### Exercise description
In the entries that follow, find the word "True" and report each line it is on.
####
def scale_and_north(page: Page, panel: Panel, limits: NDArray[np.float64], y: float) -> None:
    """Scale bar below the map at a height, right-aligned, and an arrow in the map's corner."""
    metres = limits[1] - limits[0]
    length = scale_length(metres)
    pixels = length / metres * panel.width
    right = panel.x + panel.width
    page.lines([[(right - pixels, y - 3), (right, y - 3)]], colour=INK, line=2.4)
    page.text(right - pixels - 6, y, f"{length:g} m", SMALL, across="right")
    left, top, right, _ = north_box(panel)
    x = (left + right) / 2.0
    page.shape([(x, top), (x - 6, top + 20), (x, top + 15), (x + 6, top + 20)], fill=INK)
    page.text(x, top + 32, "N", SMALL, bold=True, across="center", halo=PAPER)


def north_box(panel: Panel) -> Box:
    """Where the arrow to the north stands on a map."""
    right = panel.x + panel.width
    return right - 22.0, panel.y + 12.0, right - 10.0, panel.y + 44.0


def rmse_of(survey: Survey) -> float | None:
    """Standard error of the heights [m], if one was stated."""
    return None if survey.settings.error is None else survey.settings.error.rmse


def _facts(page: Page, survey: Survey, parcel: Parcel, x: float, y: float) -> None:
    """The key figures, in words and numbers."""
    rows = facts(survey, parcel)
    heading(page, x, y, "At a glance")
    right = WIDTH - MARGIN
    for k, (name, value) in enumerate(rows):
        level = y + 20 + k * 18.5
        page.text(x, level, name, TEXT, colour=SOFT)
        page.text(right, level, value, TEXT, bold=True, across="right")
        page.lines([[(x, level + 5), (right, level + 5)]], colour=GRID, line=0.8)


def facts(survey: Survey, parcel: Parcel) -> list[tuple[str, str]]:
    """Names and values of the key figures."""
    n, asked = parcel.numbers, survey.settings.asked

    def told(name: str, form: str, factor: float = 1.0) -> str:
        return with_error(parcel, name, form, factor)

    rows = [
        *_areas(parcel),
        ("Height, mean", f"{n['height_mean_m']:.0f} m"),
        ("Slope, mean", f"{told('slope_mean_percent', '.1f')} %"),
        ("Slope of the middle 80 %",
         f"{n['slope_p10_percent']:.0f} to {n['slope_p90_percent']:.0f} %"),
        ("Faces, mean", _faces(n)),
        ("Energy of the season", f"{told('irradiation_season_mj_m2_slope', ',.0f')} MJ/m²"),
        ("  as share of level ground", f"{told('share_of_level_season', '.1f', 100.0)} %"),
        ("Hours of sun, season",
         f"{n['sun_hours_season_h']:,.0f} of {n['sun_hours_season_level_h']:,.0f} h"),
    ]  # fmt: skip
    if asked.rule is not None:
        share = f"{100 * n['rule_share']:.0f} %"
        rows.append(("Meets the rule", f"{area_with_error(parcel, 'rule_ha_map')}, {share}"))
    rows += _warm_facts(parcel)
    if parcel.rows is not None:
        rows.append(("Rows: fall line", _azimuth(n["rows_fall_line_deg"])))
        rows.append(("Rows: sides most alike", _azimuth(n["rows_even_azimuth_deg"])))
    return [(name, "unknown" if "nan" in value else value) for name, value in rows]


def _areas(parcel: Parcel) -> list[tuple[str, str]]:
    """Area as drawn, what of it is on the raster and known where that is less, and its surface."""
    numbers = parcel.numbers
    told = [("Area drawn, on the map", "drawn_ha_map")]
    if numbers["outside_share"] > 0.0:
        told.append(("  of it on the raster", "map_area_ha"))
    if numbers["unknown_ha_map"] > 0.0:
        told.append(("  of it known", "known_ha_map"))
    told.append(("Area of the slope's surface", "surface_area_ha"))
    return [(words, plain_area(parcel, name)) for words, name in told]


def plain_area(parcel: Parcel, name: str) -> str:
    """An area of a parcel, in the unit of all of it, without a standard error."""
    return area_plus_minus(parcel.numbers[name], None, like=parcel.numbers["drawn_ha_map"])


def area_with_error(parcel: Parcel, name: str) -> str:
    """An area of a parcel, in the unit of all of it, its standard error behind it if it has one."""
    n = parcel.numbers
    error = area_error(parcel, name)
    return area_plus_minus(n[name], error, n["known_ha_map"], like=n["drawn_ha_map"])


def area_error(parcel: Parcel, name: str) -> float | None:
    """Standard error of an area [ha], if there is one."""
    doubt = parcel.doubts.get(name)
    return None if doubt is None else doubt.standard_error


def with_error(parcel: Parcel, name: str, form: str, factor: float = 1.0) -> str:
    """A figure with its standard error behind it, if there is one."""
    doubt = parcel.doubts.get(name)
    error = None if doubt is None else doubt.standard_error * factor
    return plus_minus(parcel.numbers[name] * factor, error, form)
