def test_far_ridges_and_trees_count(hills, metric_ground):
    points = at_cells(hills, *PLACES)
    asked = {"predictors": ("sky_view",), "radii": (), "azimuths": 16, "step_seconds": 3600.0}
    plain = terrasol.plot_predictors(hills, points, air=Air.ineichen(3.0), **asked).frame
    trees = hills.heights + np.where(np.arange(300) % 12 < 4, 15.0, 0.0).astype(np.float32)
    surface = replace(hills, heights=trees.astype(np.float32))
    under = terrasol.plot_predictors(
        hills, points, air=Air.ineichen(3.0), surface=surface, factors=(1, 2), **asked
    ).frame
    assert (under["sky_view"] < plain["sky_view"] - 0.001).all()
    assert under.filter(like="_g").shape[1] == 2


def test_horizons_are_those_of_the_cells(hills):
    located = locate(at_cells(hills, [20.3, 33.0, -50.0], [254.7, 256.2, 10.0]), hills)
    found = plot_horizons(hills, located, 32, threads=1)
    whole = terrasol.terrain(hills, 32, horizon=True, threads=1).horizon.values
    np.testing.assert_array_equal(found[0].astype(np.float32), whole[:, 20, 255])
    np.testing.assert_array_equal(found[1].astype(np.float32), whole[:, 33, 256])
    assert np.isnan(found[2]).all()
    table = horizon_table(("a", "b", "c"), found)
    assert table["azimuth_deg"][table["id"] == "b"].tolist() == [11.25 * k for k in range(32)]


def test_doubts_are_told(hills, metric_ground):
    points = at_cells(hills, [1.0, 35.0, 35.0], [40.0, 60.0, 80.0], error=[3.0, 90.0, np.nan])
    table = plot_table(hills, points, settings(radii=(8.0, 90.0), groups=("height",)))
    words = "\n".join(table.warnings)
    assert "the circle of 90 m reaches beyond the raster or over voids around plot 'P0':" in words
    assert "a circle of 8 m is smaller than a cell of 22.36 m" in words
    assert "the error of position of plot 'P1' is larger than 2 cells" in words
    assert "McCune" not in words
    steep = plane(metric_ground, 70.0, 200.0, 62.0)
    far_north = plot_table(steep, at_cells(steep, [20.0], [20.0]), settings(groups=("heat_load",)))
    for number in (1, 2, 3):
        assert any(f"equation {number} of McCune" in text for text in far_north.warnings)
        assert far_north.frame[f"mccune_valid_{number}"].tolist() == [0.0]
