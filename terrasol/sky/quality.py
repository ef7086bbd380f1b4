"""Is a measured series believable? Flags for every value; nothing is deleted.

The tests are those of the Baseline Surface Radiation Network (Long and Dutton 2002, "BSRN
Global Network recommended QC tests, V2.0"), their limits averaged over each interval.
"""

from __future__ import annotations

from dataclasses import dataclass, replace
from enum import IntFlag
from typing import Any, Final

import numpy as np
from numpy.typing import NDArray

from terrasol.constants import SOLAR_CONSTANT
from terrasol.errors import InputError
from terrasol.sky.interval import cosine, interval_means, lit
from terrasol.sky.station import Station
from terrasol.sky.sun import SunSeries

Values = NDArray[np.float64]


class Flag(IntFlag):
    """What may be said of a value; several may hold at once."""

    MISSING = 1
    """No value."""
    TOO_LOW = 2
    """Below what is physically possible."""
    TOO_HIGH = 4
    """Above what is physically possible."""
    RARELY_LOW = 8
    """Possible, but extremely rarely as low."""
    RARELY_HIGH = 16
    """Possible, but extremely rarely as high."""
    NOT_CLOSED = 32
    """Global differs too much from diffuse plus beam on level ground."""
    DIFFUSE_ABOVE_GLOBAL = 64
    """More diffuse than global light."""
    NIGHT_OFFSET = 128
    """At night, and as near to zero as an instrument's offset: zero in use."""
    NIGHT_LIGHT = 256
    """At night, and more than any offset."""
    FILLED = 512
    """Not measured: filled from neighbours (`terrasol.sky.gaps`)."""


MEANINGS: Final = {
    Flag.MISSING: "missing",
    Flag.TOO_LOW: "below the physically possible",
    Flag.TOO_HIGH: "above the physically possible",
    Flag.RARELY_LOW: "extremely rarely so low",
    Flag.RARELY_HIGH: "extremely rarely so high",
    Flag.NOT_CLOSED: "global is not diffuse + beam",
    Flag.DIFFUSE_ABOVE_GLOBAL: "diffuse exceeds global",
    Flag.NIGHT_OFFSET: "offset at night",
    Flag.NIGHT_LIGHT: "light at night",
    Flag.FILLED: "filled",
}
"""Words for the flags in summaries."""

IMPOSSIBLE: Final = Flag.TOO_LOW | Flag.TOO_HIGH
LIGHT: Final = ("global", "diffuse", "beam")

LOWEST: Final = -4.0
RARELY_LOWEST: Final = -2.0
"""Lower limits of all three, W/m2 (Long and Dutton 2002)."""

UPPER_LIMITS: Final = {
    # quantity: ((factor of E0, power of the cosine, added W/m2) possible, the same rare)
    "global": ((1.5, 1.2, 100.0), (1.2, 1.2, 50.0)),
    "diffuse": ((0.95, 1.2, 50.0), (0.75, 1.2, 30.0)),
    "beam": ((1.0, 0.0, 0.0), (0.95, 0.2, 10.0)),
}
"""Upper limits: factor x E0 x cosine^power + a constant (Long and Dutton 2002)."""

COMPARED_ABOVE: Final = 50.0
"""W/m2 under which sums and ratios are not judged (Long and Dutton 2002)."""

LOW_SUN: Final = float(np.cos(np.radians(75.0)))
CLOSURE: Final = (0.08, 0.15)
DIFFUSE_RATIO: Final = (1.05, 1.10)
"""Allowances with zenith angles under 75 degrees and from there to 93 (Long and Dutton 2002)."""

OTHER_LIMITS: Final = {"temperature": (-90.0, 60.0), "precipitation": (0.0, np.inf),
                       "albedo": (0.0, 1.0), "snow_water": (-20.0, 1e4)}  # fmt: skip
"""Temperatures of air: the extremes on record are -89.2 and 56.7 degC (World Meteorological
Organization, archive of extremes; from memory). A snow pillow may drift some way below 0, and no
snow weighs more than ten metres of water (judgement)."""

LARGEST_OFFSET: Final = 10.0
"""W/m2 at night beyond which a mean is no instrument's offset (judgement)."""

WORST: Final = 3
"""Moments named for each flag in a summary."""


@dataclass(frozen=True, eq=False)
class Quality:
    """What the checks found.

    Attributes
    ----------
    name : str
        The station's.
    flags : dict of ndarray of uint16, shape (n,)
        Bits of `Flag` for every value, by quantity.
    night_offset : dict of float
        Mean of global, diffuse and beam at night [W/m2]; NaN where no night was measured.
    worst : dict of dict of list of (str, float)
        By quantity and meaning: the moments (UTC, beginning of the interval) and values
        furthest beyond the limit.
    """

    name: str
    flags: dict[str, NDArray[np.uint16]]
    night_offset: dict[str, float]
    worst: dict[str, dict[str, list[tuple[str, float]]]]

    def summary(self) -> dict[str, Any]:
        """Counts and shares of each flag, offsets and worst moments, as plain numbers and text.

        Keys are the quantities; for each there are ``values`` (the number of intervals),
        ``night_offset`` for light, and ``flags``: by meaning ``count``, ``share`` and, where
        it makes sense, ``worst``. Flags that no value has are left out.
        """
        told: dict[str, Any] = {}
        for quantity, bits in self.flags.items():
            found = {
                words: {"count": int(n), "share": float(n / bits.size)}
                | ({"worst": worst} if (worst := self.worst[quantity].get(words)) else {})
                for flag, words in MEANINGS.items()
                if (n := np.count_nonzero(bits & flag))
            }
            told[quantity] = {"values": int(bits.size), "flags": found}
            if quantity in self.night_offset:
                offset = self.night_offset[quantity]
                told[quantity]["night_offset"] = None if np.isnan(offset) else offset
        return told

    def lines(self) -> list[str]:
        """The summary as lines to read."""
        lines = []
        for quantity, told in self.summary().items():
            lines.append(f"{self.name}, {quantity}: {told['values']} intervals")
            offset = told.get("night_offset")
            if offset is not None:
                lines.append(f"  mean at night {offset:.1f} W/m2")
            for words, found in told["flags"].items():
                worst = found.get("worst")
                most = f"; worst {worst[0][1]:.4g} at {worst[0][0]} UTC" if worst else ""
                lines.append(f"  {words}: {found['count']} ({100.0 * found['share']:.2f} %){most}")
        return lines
####
### Result of this exercise
    page.text(x, top + 32, "N", SMALL, bold=True, across="center", halo=PAPER)
        page.text(right, level, value, TEXT, bold=True, across="right")
    whole = terrasol.terrain(hills, 32, horizon=True, threads=1).horizon.values
@dataclass(frozen=True, eq=False)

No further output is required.